The quality of evidence in our study was relatively high based on exclusive inclusion of RCTs with objective endpoints such as HRS reversal and mortality. However, most of the trials were open-label9–14 and did not report allocation concealment methods.10,11, 13–15 Nevertheless, blinding is unlikely to impact objective outcome measures such as HRS reversal and mortality. A primary limitation in this analysis is the small number of studies and included subjects. Additionally, each trial had slightly different diagnostic criteria for HRS-1, and throughout the time that these studies were conducted, the definition and nomenclature of HRS-1 changed. While HRS-1 diagnosis depends upon patients reaching a specific SCr threshold, the updated HRS-AKI diagnosis examines the change in SCr as the basis for diagnosis.1 The updated HRS-AKI diagnostic criteria enable earlier treatment and therefore a better prognosis.22 Because of their timing, all trials, with the exception of Arora et al, did not use the updated definition of
HRS-AKI for diagnosis. An additional limitation is that network meta-analyses can be subject to misinterpretation due to heterogeneity related to considerable differences in the trials, which limit their comparability. We attempted to minimize this by including only RCTs of subjects with HRS-1 or HRS-AKI, which evaluated objective outcomes, and by using the random effects model to compensate for the heterogeneity. As more studies comparing terlipressin and norepinephrine are completed, a clearer understanding of the comparability of these 2 therapies will emerge.

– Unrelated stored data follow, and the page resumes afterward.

package dataset

import (
	"context"
	"errors"
	"fmt"
	"math"
	"math/rand/v2"
	"os"
	"path/filepath"
	"runtime"
	"slices"
	"strconv"
	"strings"
	"sync/atomic"
	"testing"
	"time"
	"unsafe"
)

// csvGen writes random CSV or TSV files for comparing Read with the Arrow
// oracle: numbers in many spellings with heavy ties, ordinal labels,
// free text with separators, quotes and line breaks, missing tokens, CRLF
// and LF mixed, blank lines, a byte order mark, and (when faults is set)
// bad cells and broken records.
type csvGen struct {
	rng    *rand.Rand
	sep    byte
	faults bool
}

var genLevels = []string{"low", "mid", "high", "very high"}

// quote writes s as a quoted field.
func quoteField(s string) string {
	return `"` + strings.ReplaceAll(s, `"`, `""`) + `"`
}

// field returns s as a field: quoted when it must be, and sometimes when it
// need not be.
func (g *csvGen) field(s string) string {
	if strings.ContainsAny(s, "\"\r\n"+string(g.sep)) || g.rng.IntN(10) == 0 {
		return quoteField(s)
	}
	return s
}

func (g *csvGen) bad() bool { return g.faults && g.rng.IntN(150) == 0 }

func (g *csvGen) number() string {
	r := g.rng
	if g.bad() {
		return []string{"abc", "1e400", quoteField("3" + string(g.sep) + "5"), "12 kg", "-"}[r.IntN(5)]
	}
	switch r.IntN(12) {
	case 0:
		return []string{"", "NA", "n/a", "?"}[r.IntN(4)]
	case 1:
		return []string{"NaN", "nan", "Inf", "-infinity", "+Inf"}[r.IntN(5)]
	case 2:
		return " " + strconv.Itoa(r.IntN(5)) + ".5\t"
	case 3:
		return quoteField(strconv.FormatFloat(r.NormFloat64(), 'e', 3, 64))
	case 4:
		return strconv.FormatFloat(r.NormFloat64()*1e6, 'f', 2, 64)
	case 5:
		return strconv.FormatFloat(r.NormFloat64(), 'g', -1, 64)
	}
	return strconv.Itoa(r.IntN(6)) // heavy ties
}

func (g *csvGen) level() string {
	r := g.rng
	if g.bad() {
		return []string{"Mid", " low", "", "medium"}[r.IntN(4)]
	}
	if r.IntN(10) == 0 {
		return []string{"NA", ""}[r.IntN(2)]
	}
	return g.field(genLevels[r.IntN(len(genLevels))])
}

func (g *csvGen) label() string {
	texts := []string{"north", "south", "a,b", "x\ty", `say "hi"`, "two\nlines", "cr\r\nlf", "", "NA", "é", " padded ", "\"", "\r"}
	return g.field(texts[g.rng.IntN(len(texts))])
}

// file returns the text of a file with the given header and rows rows. The
// columns named num*, ord*, lab* hold numbers, levels and labels; others
// hold junk that only an unrequested column may hold.
func (g *csvGen) file(header []string, rows int) string {
	r := g.rng
	var b strings.Builder
	if r.IntN(4) == 0 {
		b.Write(utf8BOM)
	}
	eol := func() string {
		if r.IntN(3) == 0 {
			return "\r\n"
		}
		return "\n"
	}
	for i, h := range header {
		if i > 0 {
			b.WriteByte(g.sep)
		}
		b.WriteString(g.field(h))
	}
	b.WriteString(eol())
	for row := range rows {
		if r.IntN(20) == 0 {
			b.WriteString(eol()) // a blank line
		}
		fields := make([]string, len(header))
		for i, h := range header {
			switch {
			case strings.HasPrefix(h, "num"):
				fields[i] = g.number()
			case strings.HasPrefix(h, "ord"):
				fields[i] = g.level()
			case strings.HasPrefix(h, "lab"):
				fields[i] = g.label()
			default:
				fields[i] = g.field([]string{"x", "1,5", `"q"`, "junk\nline"}[r.IntN(4)])
			}
		}
		if g.bad() {
			switch r.IntN(4) {
			case 0:
				fields = append(fields, "extra")
			case 1:
				fields = fields[:len(fields)-1]
			case 2:
				fields[r.IntN(len(fields))] = `st"ray`
			case 3:
				fields[r.IntN(len(fields))] = `"closed"late`
			}
		}
		b.WriteString(strings.Join(fields, string(g.sep)))
		if row < rows-1 || r.IntN(3) > 0 {
			b.WriteString(eol())
		}
	}
	switch r.IntN(12) {
	case 0:
		b.WriteString("\n\r\n")
	case 1:
		b.WriteString("\r")
	case 2:
		if g.faults {
			b.WriteString(`"never closed`)
		}
	}
	return b.String()
}

// randomSpec asks for a random selection of the header's columns, with a
// Label twin now and then.
func (g *csvGen) spec(path string, format Format, header []string) Spec {
	r := g.rng
	missing := [][]string{nil, {""}, {"NA"}, {"", "NA"}, {"", "NA", "n/a", "?", "-", ".", "NULL", "null", "none", "missing"}}[r.IntN(5)]
	var cols []ColumnSpec
	for _, h := range r.Perm(len(header)) {
		name := header[h]
		if r.IntN(4) == 0 {
			continue
		}
		switch {
		case strings.HasPrefix(name, "num"):
			cols = append(cols, ColumnSpec{Name: name, Kind: Numeric})
		case strings.HasPrefix(name, "ord"):
			cols = append(cols, ColumnSpec{Name: name, Kind: Ordinal, Levels: genLevels})
		case strings.HasPrefix(name, "lab"):
			cols = append(cols, ColumnSpec{Name: name, Kind: Label})
			continue
		default:
			continue
		}
		if r.IntN(4) == 0 {
			cols = append(cols, ColumnSpec{Name: name, Kind: Label})
		}
	}
	return Spec{Path: path, Format: format, Missing: missing, Columns: cols}
}

// sameRead fails the test unless Read and the oracle agree on spec: the
// same table, or the same error.
func sameRead(t *testing.T, spec Spec, what string) {
	t.Helper()
	got, gerr := Read(context.Background(), spec)
	want, werr := readTextArrow(context.Background(), spec, separator(spec.Format))
	if gerr != nil || werr != nil {
		if gerr == nil || werr == nil || gerr.Error() != werr.Error() {
			t.Fatalf("%s:\n got error %v\nwant error %v", what, gerr, werr)
		}
		var gc, wc *CellError
		if errors.As(gerr, &gc) != errors.As(werr, &wc) || (gc != nil && *gc != *wc) {
			t.Fatalf("%s: CellError %+v, want %+v", what, gc, wc)
		}
		return
	}
	if got.Rows != want.Rows || got.SHA256 != want.SHA256 || got.Bytes != want.Bytes || got.Path != want.Path {
		t.Fatalf("%s: rows %d, sha256 %s, bytes %d; want %d, %s, %d", what, got.Rows, got.SHA256, got.Bytes, want.Rows, want.SHA256, want.Bytes)
	}
	for k := range want.Columns {
		g, w := got.Columns[k], want.Columns[k]
		if g.Name != w.Name || g.Kind != w.Kind || !sameFloats(g.Values, w.Values) || (g.Values == nil) != (w.Values == nil) ||
			!slices.Equal(g.Labels, w.Labels) || !slices.Equal(g.Missing, w.Missing) || (g.Labels == nil) != (w.Labels == nil) {
			t.Fatalf("%s: column %d\n got %+v\nwant %+v", what, k, g, w)
		}
		// Repeated labels share one string.
		first := map[string]*byte{}
		for _, l := range g.Labels {
			if l == "" {
				continue
			}
			if p, ok := first[l]; ok && p != unsafe.StringData(l) {
				t.Fatalf("%s: column %q: label %q is stored twice", what, g.Name, l)
			}
			first[l] = unsafe.StringData(l)
		}
	}
}

// TestReadMatchesArrow compares Read with the Arrow-based reader it
// replaced on random files (fixed seed), clean and faulty, CSV and TSV,
// with blocks small enough that records straddle them, and with one and
// several workers.
func TestReadMatchesArrow(t *testing.T) {
	defer func(n, p, o int) { textBlock = n; runtime.GOMAXPROCS(p); oracleBatchRows = o }(textBlock, runtime.GOMAXPROCS(0), oracleBatchRows)
	oracleBatchRows = 64
	rng := rand.New(rand.NewPCG(20261202, 10))
	dir := t.TempDir()
	headers := [][]string{
		{"num"},
		{"num", "ord", "lab"},
		{"lab", "other", "num", "num2", "ord"},
		{"other", "ord", "num", "lab", "num2", "lab2", "ord2"},
	}
	cases := 0
	for _, faults := range []bool{false, true} {
		for _, format := range []Format{CSV, TSV} {
			for i := range 60 {
				g := &csvGen{rng: rng, sep: byte(separator(format)), faults: faults}
				header := headers[i%len(headers)]
				rows := rng.IntN(40)
				if i%15 == 0 {
					rows = 2000
				}
				p := filepath.Join(dir, fmt.Sprintf("f%d.%s", cases, format))
				content := g.file(header, rows)
				if err := os.WriteFile(p, []byte(content), 0o644); err != nil {
					t.Fatal(err)
				}
				for _, block := range []int{1 << 21, 4096, 61, 7, 1} {
					if block == 1 && rows > 100 {
						continue
					}
					textBlock = block
					runtime.GOMAXPROCS(1 + i%3)
					spec := g.spec(p, format, header)
					sameRead(t, spec, fmt.Sprintf("faults %v, %s, file %d, block %d, spec %+v\n%q", faults, format, cases, block, spec, content[:min(len(content), 2000)]))
				}
				cases++
			}
		}
	}
}

// TestReadFixedCases runs the comparison with the oracle on hand-written
// files whose trouble sits at the edges: empty and header-only files, a
// byte order mark alone, blank lines and CRs at the end, quoted header
// names, and broken quoting in the header or the last record.
func TestReadFixedCases(t *testing.T) {
	defer func(n, o int) { textBlock = n; oracleBatchRows = o }(textBlock, oracleBatchRows)
	oracleBatchRows = 64
	files := []string{
		"", "\n", "\r\n", "\xef\xbb\xbf", "\xef\xbb", "x", "x\n", "x\r", "x\r\n\r\n", "\n\nx\n1\n",
		"x,y\n1,2", "x,y\n1,2\r", "x,y\r\n1,2\r\n\r\n", `"x","y"` + "\n1,2\n", `"x""",y` + "\n1,2\n",
		`"x,y` + "\n1,2\n", `x"y,z` + "\n1,2\n", "x,y\n1,\"2\n", "x,y\n1,2\n3\n", "x,y\n1,2,3\n",
		"x,y\n\"1\"\"\",2\n", "x,y\n1,2\n\"3\"x,4\n", "x,y\n1,NA\nNA,\n,\n", "x,y\n1e400,2\n", "x,y\n\"3,5\",2\n",
		"x\n" + strings.Repeat("1\n", 1000) + "oops\n", "x,y\n1,\"a\nb\nc\"\n2,\"d\"\n", "\xef\xbb\xbfx,y\r\n1,2\r\n",
	}
	for i, content := range files {
		p := writeTemp(t, fmt.Sprintf("fixed%d.csv", i), content)
		for _, block := range []int{1 << 21, 5, 1} {
			textBlock = block
			for _, cols := range [][]ColumnSpec{nil, {{Name: "x", Kind: Numeric}}, {{Name: "y", Kind: Label}, {Name: "x", Kind: Numeric}}} {
				spec := Spec{Path: p, Format: CSV, Missing: []string{"NA"}, Columns: cols}
				sameRead(t, spec, fmt.Sprintf("file %q, block %d, columns %v", content, block, cols))
			}
		}
	}
}

// The result does not depend on the number of workers: one read with one
// worker and one with four give identical tables (compared bit for bit).
func TestReadIgnoresWorkerCount(t *testing.T) {
	defer func(n, p int) { textBlock = n; runtime.GOMAXPROCS(p) }(textBlock, runtime.GOMAXPROCS(0))
	textBlock = 1000
	g := &csvGen{rng: rand.New(rand.NewPCG(20261202, 11)), sep: ','}
	header := []string{"num", "ord", "lab", "num2"}
	p := writeTemp(t, "w.csv", g.file(header, 5000))
	spec := g.spec(p, CSV, header)
	spec.Missing = []string{"", "NA", "n/a", "?"}
	var tabs []*Table
	for _, procs := range []int{1, 4} {
		runtime.GOMAXPROCS(procs)
		tabs = append(tabs, mustRead(t, spec))
	}
	if tabs[0].Rows != tabs[1].Rows || tabs[0].SHA256 != tabs[1].SHA256 {
		t.Fatal("tables differ")
	}
	for k := range tabs[0].Columns {
		a, b := tabs[0].Columns[k], tabs[1].Columns[k]
		if len(a.Values) != len(b.Values) || !slices.Equal(a.Labels, b.Labels) || !slices.Equal(a.Missing, b.Missing) {
			t.Fatalf("column %d differs", k)
		}
		for i := range a.Values {
			if math.Float64bits(a.Values[i]) != math.Float64bits(b.Values[i]) {
				t.Fatalf("column %d, row %d: %v and %v", k, i+1, a.Values[i], b.Values[i])
			}
		}
	}
}

// cancelAfter is a context whose Err reports cancellation from its n-th
// call on, so that a read is cancelled midway without timing.
type cancelAfter struct {
	context.Context
	calls, n atomic.Int32
}

func (c *cancelAfter) Err() error {
	if c.calls.Add(1) >= c.n.Load() {
		return context.Canceled
	}
	return nil
}

// A read cancelled midway, whichever goroutine notices, fails with
// context.Canceled and leaves no goroutine behind.
func TestReadCancelledMidway(t *testing.T) {
	defer func(n int) { textBlock = n }(textBlock)
	textBlock = 64
	p := writeTemp(t, "long.csv", "x,y\n"+strings.Repeat("1.5,2\n", 2000))
	before := runtime.NumGoroutine()
	for n := int32(2); n < 12; n++ {
		ctx := &cancelAfter{Context: context.Background()}
		ctx.n.Store(n)
		_, err := Read(ctx, Spec{Path: p, Format: CSV, Columns: []ColumnSpec{{Name: "x", Kind: Numeric}}})
		if !errors.Is(err, context.Canceled) {
			t.Errorf("cancelled at call %d: err = %v, want context.Canceled", n, err)
		}
	}
	for range 100 {
		if runtime.NumGoroutine() <= before {
			return
		}
		time.Sleep(10 * time.Millisecond)
	}
	t.Errorf("%d goroutines left, %d before", runtime.NumGoroutine(), before)
}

In summary, our network meta-analysis favors terlipressin use for both outcomes of HRS reversal and 1-month mortality for patients with HRS-1 or HRS-AKI when compared to norepinephrine. Additionally, terlipressin was associated with an increased risk of AEs compared to norepinephrine, but discontinuation of therapy due to AEs was uncommon. Large
head-to-head RCTs comparing the efficacy and safety of terlipressin and norepinephrine for the treatment of HRS-AKI as defined by recently revised guidelines would provide valuable insight to guide timely and effective therapy.